►

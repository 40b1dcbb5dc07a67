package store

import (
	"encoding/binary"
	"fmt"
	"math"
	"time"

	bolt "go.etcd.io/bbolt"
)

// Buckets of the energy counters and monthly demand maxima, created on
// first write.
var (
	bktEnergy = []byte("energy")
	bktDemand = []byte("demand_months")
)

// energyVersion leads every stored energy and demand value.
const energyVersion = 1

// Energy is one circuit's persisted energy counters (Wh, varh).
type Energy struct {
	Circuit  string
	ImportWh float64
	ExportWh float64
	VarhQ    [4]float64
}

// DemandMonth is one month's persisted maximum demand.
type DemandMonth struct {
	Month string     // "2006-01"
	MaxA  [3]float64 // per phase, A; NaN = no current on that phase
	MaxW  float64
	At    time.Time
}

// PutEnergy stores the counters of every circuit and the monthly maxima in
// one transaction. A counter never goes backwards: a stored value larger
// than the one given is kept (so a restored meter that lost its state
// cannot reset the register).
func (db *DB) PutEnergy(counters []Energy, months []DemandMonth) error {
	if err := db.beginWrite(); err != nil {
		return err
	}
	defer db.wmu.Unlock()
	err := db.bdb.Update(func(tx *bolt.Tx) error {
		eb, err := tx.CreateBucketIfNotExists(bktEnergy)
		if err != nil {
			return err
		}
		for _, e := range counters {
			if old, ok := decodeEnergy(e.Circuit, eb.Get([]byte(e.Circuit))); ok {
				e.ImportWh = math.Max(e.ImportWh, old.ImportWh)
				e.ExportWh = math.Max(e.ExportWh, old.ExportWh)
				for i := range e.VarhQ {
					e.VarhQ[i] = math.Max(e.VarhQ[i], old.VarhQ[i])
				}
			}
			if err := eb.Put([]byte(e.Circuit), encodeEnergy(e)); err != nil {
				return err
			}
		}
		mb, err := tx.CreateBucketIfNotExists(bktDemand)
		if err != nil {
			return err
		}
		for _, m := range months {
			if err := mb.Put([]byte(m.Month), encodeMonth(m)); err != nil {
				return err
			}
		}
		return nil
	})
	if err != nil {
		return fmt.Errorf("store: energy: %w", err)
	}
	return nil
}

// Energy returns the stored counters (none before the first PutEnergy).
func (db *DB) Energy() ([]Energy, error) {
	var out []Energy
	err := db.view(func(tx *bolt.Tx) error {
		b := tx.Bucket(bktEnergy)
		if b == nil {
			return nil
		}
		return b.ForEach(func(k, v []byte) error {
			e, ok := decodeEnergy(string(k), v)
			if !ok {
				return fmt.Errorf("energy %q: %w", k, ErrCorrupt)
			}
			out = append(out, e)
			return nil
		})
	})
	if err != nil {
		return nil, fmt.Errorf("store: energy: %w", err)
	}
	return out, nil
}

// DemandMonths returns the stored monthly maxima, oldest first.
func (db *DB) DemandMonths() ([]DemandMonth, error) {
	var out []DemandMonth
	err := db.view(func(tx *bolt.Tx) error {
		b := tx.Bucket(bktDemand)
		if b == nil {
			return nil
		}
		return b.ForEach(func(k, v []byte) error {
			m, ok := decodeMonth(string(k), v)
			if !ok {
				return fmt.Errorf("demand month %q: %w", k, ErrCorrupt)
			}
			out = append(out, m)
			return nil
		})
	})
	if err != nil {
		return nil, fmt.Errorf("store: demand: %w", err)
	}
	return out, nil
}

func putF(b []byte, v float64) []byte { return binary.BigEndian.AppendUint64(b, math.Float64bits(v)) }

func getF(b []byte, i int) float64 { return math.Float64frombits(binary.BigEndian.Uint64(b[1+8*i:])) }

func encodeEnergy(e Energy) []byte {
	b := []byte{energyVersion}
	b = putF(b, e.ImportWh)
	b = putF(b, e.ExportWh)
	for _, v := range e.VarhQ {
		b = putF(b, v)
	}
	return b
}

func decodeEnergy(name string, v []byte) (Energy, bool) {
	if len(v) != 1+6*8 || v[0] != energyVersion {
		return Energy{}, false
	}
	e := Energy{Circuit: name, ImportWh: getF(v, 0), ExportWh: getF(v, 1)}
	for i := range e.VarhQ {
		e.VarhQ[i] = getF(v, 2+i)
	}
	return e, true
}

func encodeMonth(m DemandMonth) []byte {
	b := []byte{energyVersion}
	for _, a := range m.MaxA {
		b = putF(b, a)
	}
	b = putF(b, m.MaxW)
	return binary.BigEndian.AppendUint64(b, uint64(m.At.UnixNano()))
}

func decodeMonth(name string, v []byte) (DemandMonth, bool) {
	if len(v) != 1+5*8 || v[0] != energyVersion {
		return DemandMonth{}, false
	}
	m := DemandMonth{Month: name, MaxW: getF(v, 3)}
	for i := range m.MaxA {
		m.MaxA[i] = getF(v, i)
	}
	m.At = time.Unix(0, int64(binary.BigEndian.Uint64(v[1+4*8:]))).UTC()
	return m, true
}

◄

=== PROBLEM STATEMENT ===
Count each line of the entries that holds the word "string", then state the total and nothing more.

=== RESULT OF THE EXERCISE ===
6